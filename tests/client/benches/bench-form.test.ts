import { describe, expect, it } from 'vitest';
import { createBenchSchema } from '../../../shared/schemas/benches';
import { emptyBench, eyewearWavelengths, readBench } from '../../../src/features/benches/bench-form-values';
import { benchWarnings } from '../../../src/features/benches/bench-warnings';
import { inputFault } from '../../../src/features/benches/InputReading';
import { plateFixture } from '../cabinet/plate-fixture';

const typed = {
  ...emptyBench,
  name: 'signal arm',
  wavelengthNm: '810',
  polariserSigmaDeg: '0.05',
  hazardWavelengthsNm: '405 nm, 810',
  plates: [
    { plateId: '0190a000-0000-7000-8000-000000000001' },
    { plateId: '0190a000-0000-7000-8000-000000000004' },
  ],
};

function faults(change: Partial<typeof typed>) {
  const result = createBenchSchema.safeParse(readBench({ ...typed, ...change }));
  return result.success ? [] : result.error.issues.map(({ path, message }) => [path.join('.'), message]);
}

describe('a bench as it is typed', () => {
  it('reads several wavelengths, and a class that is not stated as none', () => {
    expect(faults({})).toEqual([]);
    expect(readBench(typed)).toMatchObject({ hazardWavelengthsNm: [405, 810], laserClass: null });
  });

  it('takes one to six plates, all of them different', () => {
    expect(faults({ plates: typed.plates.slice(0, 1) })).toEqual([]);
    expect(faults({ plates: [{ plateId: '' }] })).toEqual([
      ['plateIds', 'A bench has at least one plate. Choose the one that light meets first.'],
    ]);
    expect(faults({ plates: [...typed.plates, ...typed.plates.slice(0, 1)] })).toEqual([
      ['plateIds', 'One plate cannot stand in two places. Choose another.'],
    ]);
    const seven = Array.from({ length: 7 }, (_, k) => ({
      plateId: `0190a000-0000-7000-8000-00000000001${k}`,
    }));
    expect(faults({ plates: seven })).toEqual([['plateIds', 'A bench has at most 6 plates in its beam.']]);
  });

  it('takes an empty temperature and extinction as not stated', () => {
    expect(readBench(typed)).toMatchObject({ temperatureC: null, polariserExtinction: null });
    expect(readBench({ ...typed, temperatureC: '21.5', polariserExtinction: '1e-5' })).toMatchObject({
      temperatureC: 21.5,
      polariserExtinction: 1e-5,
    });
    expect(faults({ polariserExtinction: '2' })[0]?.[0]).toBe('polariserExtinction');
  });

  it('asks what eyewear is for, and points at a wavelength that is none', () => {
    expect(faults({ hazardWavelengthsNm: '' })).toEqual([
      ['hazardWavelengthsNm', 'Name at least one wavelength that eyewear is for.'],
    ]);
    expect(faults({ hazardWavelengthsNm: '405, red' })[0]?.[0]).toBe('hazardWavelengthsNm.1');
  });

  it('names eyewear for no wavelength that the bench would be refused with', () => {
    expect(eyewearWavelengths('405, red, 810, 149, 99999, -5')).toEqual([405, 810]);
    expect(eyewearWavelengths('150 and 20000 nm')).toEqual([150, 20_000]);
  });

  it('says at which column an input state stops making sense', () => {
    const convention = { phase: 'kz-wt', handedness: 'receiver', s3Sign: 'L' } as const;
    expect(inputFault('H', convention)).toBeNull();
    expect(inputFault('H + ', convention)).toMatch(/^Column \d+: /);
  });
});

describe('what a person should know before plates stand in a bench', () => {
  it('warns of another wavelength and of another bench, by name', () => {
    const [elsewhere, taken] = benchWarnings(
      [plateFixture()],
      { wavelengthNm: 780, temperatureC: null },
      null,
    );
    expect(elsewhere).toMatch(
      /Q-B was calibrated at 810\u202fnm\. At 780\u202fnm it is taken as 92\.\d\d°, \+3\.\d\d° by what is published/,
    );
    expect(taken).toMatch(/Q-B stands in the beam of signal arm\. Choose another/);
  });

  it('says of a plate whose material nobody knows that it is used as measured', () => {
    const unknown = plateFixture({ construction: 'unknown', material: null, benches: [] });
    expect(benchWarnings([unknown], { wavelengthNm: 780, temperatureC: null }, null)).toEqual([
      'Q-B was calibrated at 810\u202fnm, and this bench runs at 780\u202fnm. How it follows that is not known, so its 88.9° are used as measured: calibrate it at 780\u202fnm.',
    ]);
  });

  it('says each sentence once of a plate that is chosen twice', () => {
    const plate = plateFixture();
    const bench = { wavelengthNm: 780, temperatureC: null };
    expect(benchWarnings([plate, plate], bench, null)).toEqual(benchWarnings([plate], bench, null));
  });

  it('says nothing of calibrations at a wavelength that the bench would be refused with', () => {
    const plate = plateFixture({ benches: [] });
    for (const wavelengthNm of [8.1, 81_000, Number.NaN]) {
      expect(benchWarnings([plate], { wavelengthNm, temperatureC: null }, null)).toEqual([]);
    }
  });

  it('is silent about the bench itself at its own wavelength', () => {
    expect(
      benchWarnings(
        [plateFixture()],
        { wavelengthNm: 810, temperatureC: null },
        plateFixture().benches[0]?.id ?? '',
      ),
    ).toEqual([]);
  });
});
= = =
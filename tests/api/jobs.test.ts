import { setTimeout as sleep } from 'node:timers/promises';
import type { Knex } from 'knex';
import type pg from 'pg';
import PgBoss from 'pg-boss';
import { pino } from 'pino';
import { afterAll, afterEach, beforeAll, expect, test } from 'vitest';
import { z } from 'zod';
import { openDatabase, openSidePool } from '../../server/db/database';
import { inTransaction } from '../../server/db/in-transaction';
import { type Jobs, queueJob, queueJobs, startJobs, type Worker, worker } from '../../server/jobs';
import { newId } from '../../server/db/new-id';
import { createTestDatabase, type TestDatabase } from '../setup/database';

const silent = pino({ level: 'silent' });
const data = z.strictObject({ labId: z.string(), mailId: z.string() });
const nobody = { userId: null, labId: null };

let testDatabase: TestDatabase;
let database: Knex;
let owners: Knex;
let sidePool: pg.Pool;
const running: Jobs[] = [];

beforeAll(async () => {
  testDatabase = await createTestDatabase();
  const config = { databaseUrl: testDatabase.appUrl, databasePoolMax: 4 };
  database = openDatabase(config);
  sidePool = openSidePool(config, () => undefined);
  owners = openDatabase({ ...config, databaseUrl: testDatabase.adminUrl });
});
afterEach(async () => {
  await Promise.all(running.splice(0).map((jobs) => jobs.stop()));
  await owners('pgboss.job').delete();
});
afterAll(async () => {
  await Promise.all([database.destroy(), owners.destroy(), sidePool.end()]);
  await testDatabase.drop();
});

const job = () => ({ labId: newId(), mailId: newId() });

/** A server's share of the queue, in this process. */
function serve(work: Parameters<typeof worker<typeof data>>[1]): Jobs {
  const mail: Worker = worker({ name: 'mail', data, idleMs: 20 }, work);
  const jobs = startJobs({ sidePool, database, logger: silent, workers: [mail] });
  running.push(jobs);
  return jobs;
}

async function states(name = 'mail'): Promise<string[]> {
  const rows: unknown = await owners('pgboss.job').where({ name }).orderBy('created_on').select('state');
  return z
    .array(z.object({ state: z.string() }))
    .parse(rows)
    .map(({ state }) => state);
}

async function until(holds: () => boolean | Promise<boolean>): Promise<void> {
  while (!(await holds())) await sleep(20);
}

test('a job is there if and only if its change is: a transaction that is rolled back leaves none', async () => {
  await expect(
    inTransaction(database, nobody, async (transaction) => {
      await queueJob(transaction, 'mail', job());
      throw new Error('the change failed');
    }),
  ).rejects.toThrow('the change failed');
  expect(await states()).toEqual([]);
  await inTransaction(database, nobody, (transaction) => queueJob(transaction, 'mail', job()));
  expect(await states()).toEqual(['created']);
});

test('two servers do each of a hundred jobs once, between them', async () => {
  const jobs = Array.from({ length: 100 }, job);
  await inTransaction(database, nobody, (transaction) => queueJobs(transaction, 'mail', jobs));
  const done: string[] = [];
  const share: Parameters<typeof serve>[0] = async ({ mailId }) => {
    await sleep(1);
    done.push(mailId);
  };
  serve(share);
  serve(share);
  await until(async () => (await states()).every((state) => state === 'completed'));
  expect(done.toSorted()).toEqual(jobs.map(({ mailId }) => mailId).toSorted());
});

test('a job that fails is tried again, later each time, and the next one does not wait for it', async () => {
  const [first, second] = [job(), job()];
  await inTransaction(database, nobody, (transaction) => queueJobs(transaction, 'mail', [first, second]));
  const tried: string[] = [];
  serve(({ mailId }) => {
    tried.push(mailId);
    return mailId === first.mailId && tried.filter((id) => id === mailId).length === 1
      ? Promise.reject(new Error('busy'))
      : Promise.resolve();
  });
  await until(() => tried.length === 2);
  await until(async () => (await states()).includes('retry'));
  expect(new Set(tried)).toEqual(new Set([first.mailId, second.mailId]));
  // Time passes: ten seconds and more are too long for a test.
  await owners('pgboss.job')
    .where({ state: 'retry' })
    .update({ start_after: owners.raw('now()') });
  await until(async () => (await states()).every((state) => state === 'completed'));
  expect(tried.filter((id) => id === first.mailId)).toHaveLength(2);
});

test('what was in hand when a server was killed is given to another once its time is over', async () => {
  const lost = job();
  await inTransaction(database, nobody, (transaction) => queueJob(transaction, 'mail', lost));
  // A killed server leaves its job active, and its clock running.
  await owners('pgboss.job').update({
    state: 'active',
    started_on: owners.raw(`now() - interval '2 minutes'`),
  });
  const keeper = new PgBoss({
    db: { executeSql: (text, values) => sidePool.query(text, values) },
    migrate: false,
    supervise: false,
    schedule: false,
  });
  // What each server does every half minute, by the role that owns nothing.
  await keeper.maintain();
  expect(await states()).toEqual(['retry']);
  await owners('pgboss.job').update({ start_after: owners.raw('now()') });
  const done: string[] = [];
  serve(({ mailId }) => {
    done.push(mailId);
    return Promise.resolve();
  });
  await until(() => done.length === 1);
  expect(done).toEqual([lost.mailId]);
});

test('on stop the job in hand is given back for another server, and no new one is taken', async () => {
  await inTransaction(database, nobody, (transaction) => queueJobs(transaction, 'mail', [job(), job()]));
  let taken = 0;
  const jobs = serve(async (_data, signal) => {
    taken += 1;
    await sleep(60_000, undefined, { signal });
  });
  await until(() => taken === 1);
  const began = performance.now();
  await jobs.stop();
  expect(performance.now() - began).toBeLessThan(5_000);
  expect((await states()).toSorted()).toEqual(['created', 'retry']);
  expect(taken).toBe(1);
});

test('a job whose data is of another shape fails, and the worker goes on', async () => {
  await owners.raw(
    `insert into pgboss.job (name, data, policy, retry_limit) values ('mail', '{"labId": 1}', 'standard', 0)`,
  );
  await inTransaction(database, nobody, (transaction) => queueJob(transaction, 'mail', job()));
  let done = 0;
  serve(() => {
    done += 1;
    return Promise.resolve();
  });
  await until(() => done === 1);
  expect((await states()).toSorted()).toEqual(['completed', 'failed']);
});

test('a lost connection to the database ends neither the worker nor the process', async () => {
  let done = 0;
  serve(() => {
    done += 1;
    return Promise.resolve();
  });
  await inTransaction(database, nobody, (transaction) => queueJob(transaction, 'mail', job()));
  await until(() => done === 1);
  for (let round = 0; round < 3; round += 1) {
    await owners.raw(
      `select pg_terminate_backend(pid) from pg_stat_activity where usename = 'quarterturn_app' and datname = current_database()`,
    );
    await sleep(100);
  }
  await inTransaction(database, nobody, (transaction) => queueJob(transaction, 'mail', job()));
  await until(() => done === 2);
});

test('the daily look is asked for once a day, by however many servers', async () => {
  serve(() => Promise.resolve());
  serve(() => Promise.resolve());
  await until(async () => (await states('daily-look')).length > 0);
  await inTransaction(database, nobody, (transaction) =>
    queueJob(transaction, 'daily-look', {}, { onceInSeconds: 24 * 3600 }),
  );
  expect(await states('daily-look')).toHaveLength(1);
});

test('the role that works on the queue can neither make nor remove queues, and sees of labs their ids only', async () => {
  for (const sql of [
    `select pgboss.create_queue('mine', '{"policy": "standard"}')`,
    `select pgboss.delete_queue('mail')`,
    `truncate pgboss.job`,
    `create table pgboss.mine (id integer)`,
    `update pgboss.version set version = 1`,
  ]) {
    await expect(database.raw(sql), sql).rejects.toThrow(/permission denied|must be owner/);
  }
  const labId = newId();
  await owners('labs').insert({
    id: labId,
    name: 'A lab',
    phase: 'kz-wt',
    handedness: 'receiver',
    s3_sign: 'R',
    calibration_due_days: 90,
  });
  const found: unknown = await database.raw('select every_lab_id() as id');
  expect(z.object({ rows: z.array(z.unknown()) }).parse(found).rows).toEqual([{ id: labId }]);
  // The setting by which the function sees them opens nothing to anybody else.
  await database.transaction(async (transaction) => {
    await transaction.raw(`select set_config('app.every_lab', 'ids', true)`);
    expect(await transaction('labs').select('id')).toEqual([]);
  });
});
= = =
- _PROMPT_:
Check each line of the data for the string "running" and state how many lines contain it, without any other output.

- _RESPONSE AREA_:
4